In response to an idea that surfaced on the mailing list Autocat suggesting the reduced need to maintain individual cataloguers with the rise of Google, Google Scholar, Open Worldcat etc., I posted the following:

Which makes a lot of sense why are thousands of trained cataloguers around the world all cataloguing the same books so we can all put variant records onto international cataloguing utilities? In the vast majority of cases, we would surely only need local holdings appended to one centralized catalogue record. The few trained cataloguers left would deal with the more individual items not held by anyone else then contribute these records to GoogleCat so no-one else has to.

This, and the idea generally, didn’t get too much sympathy. One member of the list even replied to me off-list to say Well, last one out the door, please turn off the lights. I think this is a little over the top. I think there’s a lot of sense in the idea; I also think I didn’t explain myself too well.

At the moment, bibliographic records are shared between libraries, often internationally, via services provided by organisations such as CURL, RLG, and OCLC. Typically, a library will periodically upload new records to one or more of these organisations of which they may be a member and routinely download individual records to add their own databases. Each library will generally edit the records it downloads according to local policies and authority files, to correct small errors, or update CIP data. If a library can’t find the item, they will make a catalogue record from scratch. The main point here is that every library is maintaining its own database of bibliographic data, which duplicates a lot of other libraries’ catalogues in terms of books described, though not necessarily in terms of the actual description. I think this is frequently needless in terms of staff time and leads to absolutely unnecessary differences in the record.

To give a petty example, libraries A and B download the same CIP record from CURL which has no physical description (MARC 300 field). Library A notes that there are illustrations and thinks the map on p.46 is significant; Library B thinks it isn’t. Library A gives 300 $a200p :$bill., map;$c24cm.; Library B gives 300 $a200p :$bill. ;$c24cm.. This doesn’t really matter too much, but extend this to authorities (Library A follows LC authorities slavishly; Library B used them when there is a conflict of headings), classification (Library A uses Dewey so makes sure the 082 field is correctly filled in; Library B uses its own scheme so couldn’t care less), fixed fields, subject headings (Library A uses MeSH for medical books; Library B is content with LCSH for all books), not to mention GMDs, and the relative importance and content of various note fields. Many libraries seems to give LCRI equal weight to AACR2, and MARC21; others, including my own library, don’t. All of these choices are valid for an intelligent cataloguing agency to make, and in some cases for individual cataloguers within an institution. The result is, as I said above, thousands of trained cataloguers around the world all cataloguing the same books so we can all put variant records onto international cataloguing utilities. If Library C has catalogued a book once, why must hundreds of other libraries do the same. Downloading other libraries’ records should solve this problem but doesn’t.

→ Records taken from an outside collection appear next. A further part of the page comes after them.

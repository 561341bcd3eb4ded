package rolling

import (
	"math"
	"sync"

	"gonum.org/v1/gonum/mathext"
)

// tTableSize bounds the degrees of freedom whose 97.5% Student's t quantile
// is taken from StudentQuantile (computed once, on first use); above it
// the Cornish–Fisher expansion below is accurate to better than 1e-13.
const tTableSize = 1024

var (
	tTableOnce sync.Once
	tTable     [tTableSize]float64
)

// z975 is the 97.5% quantile of the standard normal distribution,
// √2·erfc⁻¹(0.05).
var z975 = math.Sqrt2 * math.Erfcinv(0.05)

// t975 returns the 97.5% quantile of Student's t with df degrees of
// freedom, so that ±t975(df) bounds a two-sided 95% interval.
func t975(df int) float64 {
	if df < 1 {
		return math.Inf(1)
	}
	if df < tTableSize {
		tTableOnce.Do(func() {
			for v := 1; v < tTableSize; v++ {
				tTable[v] = StudentQuantile(0.975, float64(v))
			}
		})
		return tTable[df]
	}
	v := 1 / float64(df)
	return z975 + v*(g975[0]+v*(g975[1]+v*(g975[2]+v*g975[3])))
}

// g975 are the coefficients g1…g4 of cornishFisherAt for the normal
// quantile z975, computed once: Solve needs t975 for every fit.
var g975 = cornishFisherCoefs(z975)

// cfMinDF is the least ν for which StudentQuantile uses cornishFisher.
const cfMinDF = 1000

// cornishFisher returns the p quantile of Student's t with ν degrees of
// freedom from the normal quantile x of p: Abramowitz & Stegun, Handbook
// of Mathematical Functions, 26.7.5.
func cornishFisher(p, nu float64) float64 {
	// x = −√2·erfc⁻¹(2p): accurate in both tails, where 2p − 1 is not.
	var x float64
	if p < 0.5 {
		x = -math.Sqrt2 * math.Erfcinv(2*p)
	} else {
		x = math.Sqrt2 * math.Erfcinv(2*(1-p))
	}
	return cornishFisherAt(x, nu)
}

// cornishFisherAt is t ≈ x + g1/ν + g2/ν² + g3/ν³ + g4/ν⁴ with x the
// normal quantile (A&S 26.7.5).
func cornishFisherAt(x, nu float64) float64 {
	g := cornishFisherCoefs(x)
	v := 1 / nu
	return x + v*(g[0]+v*(g[1]+v*(g[2]+v*g[3])))
}

func cornishFisherCoefs(x float64) [4]float64 {
	x2 := x * x
	return [4]float64{
		(x2 + 1) * x / 4,
		((5*x2+16)*x2 + 3) * x / 96,
		(((3*x2+19)*x2+17)*x2 - 15) * x / 384,
		((((79*x2+776)*x2+1482)*x2-1920)*x2 - 945) * x / 92160,
	}
}

// StudentQuantile returns the p quantile of Student's t distribution
// with nu degrees of freedom (nu > 0, not necessarily whole): the t with
// P(T ≤ t) = p. It returns NaN for p outside (0, 1) or nu not positive,
// and ±Inf for p = 1 or 0.
//
// Through the regularized incomplete beta function I, the tail beyond
// s > 0 is Q(s) = ½·I(ν/(ν+s²); ν/2, ½) and the central part
// P(|T| < s) = I(s²/(ν+s²); ½, ν/2) (Abramowitz & Stegun 26.7.1 with
// 26.5.27). A first s comes from the inverse of I (gonum mathext, after
// Cephes incbi); Newton steps on the form of the two that has no
// cancellation for the p at hand (the tail for p beyond ¼ or ¾, else the
// central part) then polish it with the density
// f(s) = Γ((ν+1)/2)/(√(νπ)·Γ(ν/2))·(1+s²/ν)^(−(ν+1)/2). The result
// agrees with the closed forms for ν = 1, 2, 4 to 13 or more
// significant digits (student_test.go), where gonum's distuv.StudentsT
// agrees to about 9. The incomplete beta function loses digits as ν
// grows (measured against the expansion below: 1e-13 at ν = 1000, 2e-11
// at 10⁵), so from ν = 1000 on the Cornish–Fisher expansion of
// Abramowitz & Stegun 26.7.5 is used instead, whose terms to ν⁻⁴ leave an
// error of order ν⁻⁵: below 1e-13 there for 1e-4 ≤ p ≤ 1 − 1e-4.
func StudentQuantile(p, nu float64) float64 {
	switch {
	case !(p >= 0 && p <= 1) || !(nu > 0) || math.IsInf(nu, 0):
		return math.NaN()
	case p == 0:
		return math.Inf(-1)
	case p == 1:
		return math.Inf(1)
	case p == 0.5:
		return 0
	}
	if nu >= cfMinDF {
		return cornishFisher(p, nu)
	}
	q := min(p, 1-p) // tail probability beyond s
	a := nu / 2
	tail := q < 0.25
	var s float64
	if tail {
		x := mathext.InvRegIncBeta(a, 0.5, 2*q)
		s = math.Sqrt(nu * (1 - x) / x)
	} else {
		y := mathext.InvRegIncBeta(0.5, a, 1-2*q)
		s = math.Sqrt(nu * y / (1 - y))
	}
	lc, _ := math.Lgamma((nu + 1) / 2)
	lh, _ := math.Lgamma(a)
	logc := lc - lh - 0.5*math.Log(nu*math.Pi)
	for range 8 {
		dens := math.Exp(logc - (nu+1)/2*math.Log1p(s*s/nu))
		var g float64 // Q(s) − q, positive when s is short of the quantile
		if tail {
			g = 0.5*mathext.RegIncBeta(a, 0.5, nu/(nu+s*s)) - q
		} else {
			g = (1-2*q)/2 - 0.5*mathext.RegIncBeta(0.5, a, s*s/(nu+s*s))
		}
		if !(dens > 0) || math.IsInf(s, 0) {
			break
		}
		step := g / dens
		s += step
		if math.Abs(step) <= 1e-16*s {
			break
		}
	}
	if p < 0.5 {
		return -s
	}
	return s
}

What if all libraries literally used the same record? GoogleWorldCat, or whoever, would hold a bibliographic record for Dan Brown The Da Vinci Code, which others link to. I’m no systems librarian or programmer of note, but it seems that catalogue records in modern systems (or at least Aleph) have an admin record from which hangs the bibliographic (bib) record, item records, order records, etc. So, the Da Vinci Code might be held on admin record 100. When someone wants to view it on the OPAC, the system pulls in bib record 645 from the bibliographic database and item records 6789 and 7923 from the item database and shows them to the user. What if the bibliographic database were held remotely and the system merely fetched the bib record from there, so http://www.googleworldcat.com/bib.cgi?record=645 or something more realistic or elegant. Considering the increasing speed of network connections and the volume of internet traffic in emails and the internet (I am probably showing my university library bias here), this would surely be possible: something like stealing an image from another website, except the bandwidth would be purposefully stolen. Something similar is happening on most web catalogues anyway as they are, of course, web catalogues. This is why I don’t think it would be hard for system suppliers to implement.

This model is not a million miles away from what happens with authority control now. It is senseless for each library to maintain its own authority files when NACO and SACO do it anyway and vendors sell the file whole and with regular updates, although even here we don’t quite link directly in the same way. It would have other benefits too: if the record is changed in any way, the whole world would get it seamlessly.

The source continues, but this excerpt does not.